SambaNova Cloud launches with a free developer tier
SambaNova opens a public, OpenAI-compatible inference API positioned on fastest-token-throughput for open models (Llama family), with a free tier and pay-as-you-go per-token billing rather than per-GPU-hour.
- · SambaNova was founded in 2017 by Stanford professors Kunle Olukotun and Christopher Ré with ex-Oracle exec Rodrigo Liang; its 2021 Series D ($676M, SoftBank-led) valued it above 5B.
- · Its pricing pitch isn't the cheapest token — it's the fastest. SambaNova runs open models on its own RDU silicon and routinely claims record tokens-per-second for Llama, DeepSeek, gpt-oss and Gemma.
- · The public rate card lives on cloud.sambanova.ai, not sambanova.ai/pricing — the marketing domain's /pricing path 404s, because the hardware business has no public price at all.
Questions & answers
- How does SambaNova's pricing work?
- SambaNova is hybrid. SambaNova Cloud (SambaCloud) is a public, usage-based inference API billed per 1M tokens, with a Free tier ($5 of credits, no card), a pay-as-you-go Developer tier, and a subscription-based Enterprise tier. Separately, SambaNova sells RDU-based hardware systems (SambaStack, SambaManaged) that are sales-quoted with no public rate card.
- How much does SambaNova Cloud cost per million tokens?
- As of June 2026, SambaCloud token rates range from $0.15 input / $0.75 output for DeepSeek-V3.1-cb to $3.00 input / $4.50 output for full DeepSeek-V3.1 and V3.2. Meta-Llama-3.3-70B-Instruct is $0.60 input / $1.20 output, gpt-oss-120b is $0.22 / $0.59, gemma-4-31B-it is $0.38 / $1.15, and MiniMax-M2.7 is $0.60 / $2.40.
- Does SambaNova have a free tier?
- Yes, for the cloud API. The SambaNova Cloud Free plan gives you $5 in API credits with no credit card required, access to Production models, and community support; the credits expire in 30 days.
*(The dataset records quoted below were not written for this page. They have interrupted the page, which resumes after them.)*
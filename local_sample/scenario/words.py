"""Words the invented names are made of."""

TOWNS = (
    "brackhaven", "mewsport", "tarnholm", "ostwick", "kelpmouth", "gullness", "sandrigg", "netherquay",
    "hollowstaithe", "wrackford", "dulsebay", "cairnhythe", "pilotsend", "lanternpool", "eddystow",
    "cobbleness", "rimeport", "shoalby", "ternwick", "anchorby", "moorlee", "saltersgate", "windlass",
    "fathomleigh",
)  # fmt: skip
ADJECTIVES = (
    "amber", "bold", "brisk", "calm", "copper", "coral", "crown", "drift", "early", "east", "fair", "finn",
    "first", "golden", "green", "grey", "high", "keen", "kind", "little", "long", "low", "lucky", "merry",
    "misty", "new", "noble", "north", "old", "open", "pearl", "quiet", "red", "silver", "south", "spring",
    "stone", "sunny", "swift", "tidal", "true", "west", "white", "wild",
)  # fmt: skip
TRADES = (
    "anchors", "antiques", "bakery", "bikes", "boats", "books", "brewery", "cafe", "candles", "ceramics",
    "cheese", "chandlery", "crafts", "dairy", "electric", "fabrics", "fish", "florist", "framing", "garage",
    "gardens", "gifts", "hardware", "jewellery", "joinery", "kayaks", "knitwear", "lamps", "leather",
    "nets", "optics", "paints", "pianos", "pies", "plumbing", "prints", "ropes", "sails", "shoes",
    "smokehouse", "tackle", "tailors", "tea", "tiles", "timber", "toys", "violins", "wines",
)  # fmt: skip
PURSUITS = (
    "archery", "astronomy", "bellringing", "birding", "bowls", "canoe", "chess", "choir", "cricket",
    "cycling", "dance", "drama", "fells", "fossils", "gliding", "history", "kites", "lighthouses", "maps",
    "meteors", "model-boats", "mosses", "orchids", "pottery", "puffins", "quilts", "radio", "railways",
    "rowing", "running", "sailing", "seashells", "shipwrecks", "swimming", "tides", "walking", "weather",
    "whales",
)  # fmt: skip
PEOPLE = (
    "ada", "arlo", "bea", "bram", "cato", "cora", "dara", "edda", "eli", "fern", "finlay", "greta", "hal",
    "ida", "ines", "ivo", "jory", "juno", "kit", "lena", "lorn", "mab", "milo", "nell", "noor", "odo",
    "orla", "otis", "pia", "quin", "rhea", "rolf", "runa", "sable", "seth", "signe", "tamsin", "theo",
    "una", "vera", "wren", "yara", "zeb",
)  # fmt: skip
DEPARTMENTS = (
    "www", "library", "physics", "geology", "marine", "history", "law", "maths", "music", "nursing",
    "alumni", "press", "sport", "archive", "biology", "cs", "languages", "estates", "open-days", "research",
)  # fmt: skip
OFFICES = (
    "www", "planning", "harbour", "roads", "parks", "elections", "archives", "waste", "housing", "events",
    "registry", "licensing", "tourism", "coastguard", "fisheries", "schools", "beaches", "records", "flood",
    "jobs",
)  # fmt: skip
PAPERS = ("gazette", "herald", "courier", "echo", "observer", "mercury", "tidings", "post")
MARKET_WORDS = (
    "best", "cheap", "deal", "fast", "loan", "bonus", "rate", "quick", "offer", "top", "voucher", "pill",
    "watch", "replica", "casino", "credit", "save", "mega", "prime", "super", "rich", "slim", "boost", "plus",
)  # fmt: skip
ISLES = ("north", "inner", "outer", "skerry")
BOATS = (
    "petrel", "kittiwake", "fulmar", "gannet", "avocet", "dunlin", "curlew", "plover", "sanderling", "knot",
)  # fmt: skip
The hardware/systems business has no free tier and is sold through sales.
- Is SambaNova usage-based or subscription pricing?
- Both, depending on the product. The cloud inference API is pure usage-based (per-token, pay-as-you-go) on the Free and Developer tiers, shifting to subscription-based pricing on Enterprise for larger usage. The RDU hardware systems are sold as sales-quoted enterprise contracts.